Along the same path have been researchers from the Technological University of Delft that has developed a bio-concrete capable of self-repair. The process is reminiscent of the Biomason bricks. It consists of introducing into the concrete a new additive composed of small capsules containing bacteria and calcium lactate, when the capsules are broken (by the action of water that penetrates the cracks) the activity causes a chemical reaction that creates solidified limestone and insoluble. In the event of cracks in the concrete, this process would be activated that would fill and repair them. This bio-concrete has already been successfully tested at a lifeguard station in the Netherlands.
Energy efficiency in construction is becoming little by little an obsession. Solar paint is still in development but, at the University of Sheffield, they have created the first spray capable of transforming any type of surface into a solar energy panel thanks to a mineral called perovskite, which has the property of absorbing light. Its efficiency is 20% compared to 25% achieved by silicon solar panels, but this lower efficiency makes up for it with its easy application on practically any surface imaginable. Another advantage is the ability to generate power even in low light conditions and lower cost than the photovoltaic panel.
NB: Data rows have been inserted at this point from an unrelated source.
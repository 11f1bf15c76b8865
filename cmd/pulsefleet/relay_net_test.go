package main

import (
	"bytes"
	"context"
	"fmt"
	"io"
	"math"
	"net"
	"strings"
	"testing"
	"time"

	"github.com/pulsefleet/pulsefleet/internal/caution"
	"github.com/pulsefleet/pulsefleet/internal/shard"
	"github.com/pulsefleet/pulsefleet/internal/store"
	pb "github.com/pulsefleet/pulsefleet/proto/pulsefleet/v1"
)

// A device that connects to the relay (--listen) and one the relay connects
// to (--tcp), each dropping its connection half-way: the relay takes the
// next connection (or reconnects) and every line is delivered.
func TestRelayOverTCPBothWays(t *testing.T) {
	if testing.Short() {
		t.Skip("streams in real time")
	}
	addr, dir, stop := startTestGateway(t)
	first, second := ppgLines(3, 100, 16, 8, false), ppgLines(3, 100, 16, 9, false)
	send := func(c net.Conn, lines []string) { // at 100 Hz, 10 lines at a time
		start := time.Now()
		for i := 0; i < len(lines); i += 10 {
			fmt.Fprint(c, strings.Join(lines[i:min(i+10, len(lines))], "\n")+"\n")
			time.Sleep(time.Until(start.Add(time.Duration(i+10) * 10 * time.Millisecond)))
		}
		c.Close()
	}

	// --listen: the device dials the relay, twice.
	ctx, cancel := context.WithCancel(context.Background())
	bound := make(chan string, 1)
	res := make(chan relayResult, 1)
	go func() {
		var out, errb bytes.Buffer
		o := relayOptions{}
		fs := newFlagSet("relay", relaySynopsis, &errb)
		o.register(fs)
		if err := fs.Parse([]string{"--gateway", addr, "--device", "relay-listen", "--model", "proto-t", "--listen", "127.0.0.1:0", "--rate", "100"}); err != nil {
			t.Error(err)
		}
		o.listenBound = func(a string) { bound <- a }
		err := o.run(ctx, stdio{out: &out, err: &errb})
		code := 0
		if err != nil {
			code = 1
			errb.WriteString(err.Error())
		}
		res <- relayResult{code, decodeRelayJSON(t, out.String(), errb.String()), errb.String()}
	}()
	la := <-bound
	for _, lines := range [][]string{first, second} {
		c, err := net.Dial("tcp", la)
		if err != nil {
			t.Fatal(err)
		}
		send(c, lines)
		time.Sleep(300 * time.Millisecond)
	}
	time.Sleep(500 * time.Millisecond)
	cancel()
	r := <-res
	want := uint64(len(first) + len(second))
	if r.code != 0 || r.rep.SamplesAcked != want || !strings.Contains(r.stderr, "device connected") {
		t.Errorf("--listen: exit %d, %+v; want %d acknowledged; stderr:\n%s", r.code, r.rep, want, r.stderr)
	}

	// --tcp: the relay dials the device, which hangs up after each part.
	ln, err := net.Listen("tcp", "127.0.0.1:0")
	if err != nil {
		t.Fatal(err)
	}
	defer ln.Close()
	go func() {
		for _, lines := range [][]string{first, second} {
			c, err := ln.Accept()
			if err != nil {
				return
			}
			send(c, lines)
		}
	}()
	ctx2, cancel2 := context.WithCancel(context.Background())
	defer cancel2()
	done := relayInBackground(t, ctx2, "--gateway", addr, "--device", "relay-tcp", "--model", "proto-t", "--tcp", ln.Addr().String(), "--rate", "100")
	time.Sleep(9 * time.Second) // two parts of 3 s, a reconnect after 1 s
	cancel2()
	r = <-done
	if r.code != 0 || r.rep.SamplesAcked != want || !strings.Contains(r.stderr, "open again") {
		t.Errorf("--tcp: exit %d, %+v; want %d acknowledged after a reconnect; stderr:\n%s", r.code, r.rep, want, r.stderr)
	}
	if err := stop(); err != nil {
		t.Fatal(err)
	}
	for _, id := range []string{"relay-listen", "relay-tcp"} {
		if l := ledgerOf(t, dir, id); l.Samples != want || !l.Distinct {
			t.Errorf("%s: ledger %+v, want %d samples once", id, l, want)
		}
	}
}

// Summary lines from standard input with absolute Unix times in a t_ms
// column: each line becomes one device-computed trend point at its own
// time, empty fields stay absent, out-of-range values are counted.
func TestRelaySummaryLinesFromStdin(t *testing.T) {
	addr, dir, stop := startTestGateway(t)
	t0 := time.Now().Add(-time.Minute).UnixMilli() / 1000 * 1000
	var b strings.Builder
	b.WriteString("t_ms,spo2,pulse,pi,sqi\n")
	for i := 0; i < 60; i++ {
		switch i {
		case 10:
			fmt.Fprintf(&b, "%d,97,,1.5,0.9\n", t0+int64(i)*1000) // no pulse this second
		case 20:
			fmt.Fprintf(&b, "%d,140,60,1.5,0.9\n", t0+int64(i)*1000) // SpO2 out of 0..100
		default:
			fmt.Fprintf(&b, "%d,%d,60,1.5,0.9\n", t0+int64(i)*1000, 95+i%3)
		}
	}
	code, rep, stderr := relayCmd(t, context.Background(), b.String(), "--gateway", addr, "--device", "relay-sum", "--model", "proto-t",
		"--in", "-", "--format", "summary")
	if code != 0 || rep.SamplesAcked != 59 || rep.RejectedReason["out_of_range"] != 1 {
		t.Fatalf("exit %d, %+v; stderr:\n%s", code, rep, stderr)
	}
	if rep.Caution != caution.Text { // docs/contracts.md, "The caution on every output"
		t.Errorf("relay JSON caution %q, want the project's caution text", rep.Caution)
	}
	if err := stop(); err != nil {
		t.Fatal(err)
	}
	pts := storedTrend(t, dir, "relay-sum")
	if len(pts) != 59 {
		t.Fatalf("%d trend points, want 59", len(pts))
	}
	for _, p := range pts {
		if p.Source != uint8(pb.Source_SOURCE_DEVICE) || (p.TimeMS-t0)%1000 != 0 {
			t.Errorf("point %+v: want a device value at a whole second after %d", p, t0)
		}
		if p.TimeMS == t0+10_000 && !math.IsNaN(p.Pulse) {
			t.Errorf("second 10: pulse %v, want none", p.Pulse)
		}
	}
}

// In a sharded fleet the relay is pointed at a gateway that does not own
// its device: it follows the Redirect and everything lands on the owner.
func TestRelayFollowsRedirect(t *testing.T) {
	sg := newShardGroup(t, 2)
	sg.start()
	const id = "relay-shard"
	owner := shard.Owner(id, sg.addrs)
	other := sg.addrs[0]
	if other == owner {
		other = sg.addrs[1]
	}
	lines := ppgLines(5, 100, 16, 12, false)
	code, rep, stderr := relayCmd(t, context.Background(), strings.Join(lines, "\n"), "--gateway", other, "--device", id,
		"--model", "proto-t", "--in", "-", "--rate", "100")
	if code != 0 || rep.Redirects == 0 || rep.SamplesAcked != uint64(len(lines)) {
		t.Fatalf("exit %d, %+v; want a redirect and %d acknowledged; stderr:\n%s", code, rep, len(lines), stderr)
	}
	sg.stop()
	for i, d := range sg.dirs {
		db, err := store.Open(d, store.Options{})
		if err != nil {
			t.Fatal(err)
		}
		tot, err := db.LedgerTotals()
		db.Close()
		if err != nil {
			t.Fatal(err)
		}
		want := uint64(0)
		if sg.addrs[i] == owner {
			want = uint64(len(lines))
		}
		if tot[id].Samples != want {
			t.Errorf("gateway %s: %d samples, want %d", sg.addrs[i], tot[id].Samples, want)
		}
	}
}

// A gateway that requires tokens refuses the relay's wrong one: the relay
// gives up at once (retrying cannot help), says why and exits 1 with its
// JSON line, instead of retrying for --drain.
func TestRelayGivesUpOnARefusedCredential(t *testing.T) {
	c := defaultServeConfig()
	c.Data, c.GRPCListen, c.HTTPListen, c.LogLevel, c.RequireToken = t.TempDir(), "127.0.0.1:0", "127.0.0.1:0", "error", true
	rg, stop, err := startGateway(context.Background(), c, io.Discard)
	if err != nil {
		t.Fatal(err)
	}
	defer stop()
	ctx, cancel := context.WithTimeout(context.Background(), time.Minute)
	defer cancel()
	code, rep, stderr := relayCmd(t, ctx, strings.Join(ppgLines(2, 100, 16, 1, false), "\n"), "--gateway", rg.GRPCAddr,
		"--device", "relay-denied", "--model", "proto-t", "--in", "-", "--rate", "100", "--token", "not-a-token")
	// The refusal can arrive before all 200 lines are read; every line that
	// was read is reported unacknowledged, none silently dropped.
	if code != 1 || !strings.Contains(stderr, "refused device relay-denied") || rep.SamplesAcked != 0 ||
		rep.LinesRead == 0 || rep.LinesRead > 200 || rep.Unacked != int64(rep.LinesRead) {
		t.Errorf("exit %d, %+v; want exit 1 naming the refusal with every line read unacknowledged; stderr:\n%s", code, rep, stderr)
	}
	if ctx.Err() != nil {
		t.Error("the relay kept retrying a refused credential")
	}
}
Undoubtedly this painting would eliminate many barriers when it comes to the implementation of photovoltaic systems.
Many of these materials are already available but are either unknown or do not generate enough confidence in architects and builders. Although for now nobody forces us to use new materials or construction systems, it seems that the future of architecture, construction and all materials and systems involved is linked to accessibility for all, sustainability and respect for the environment.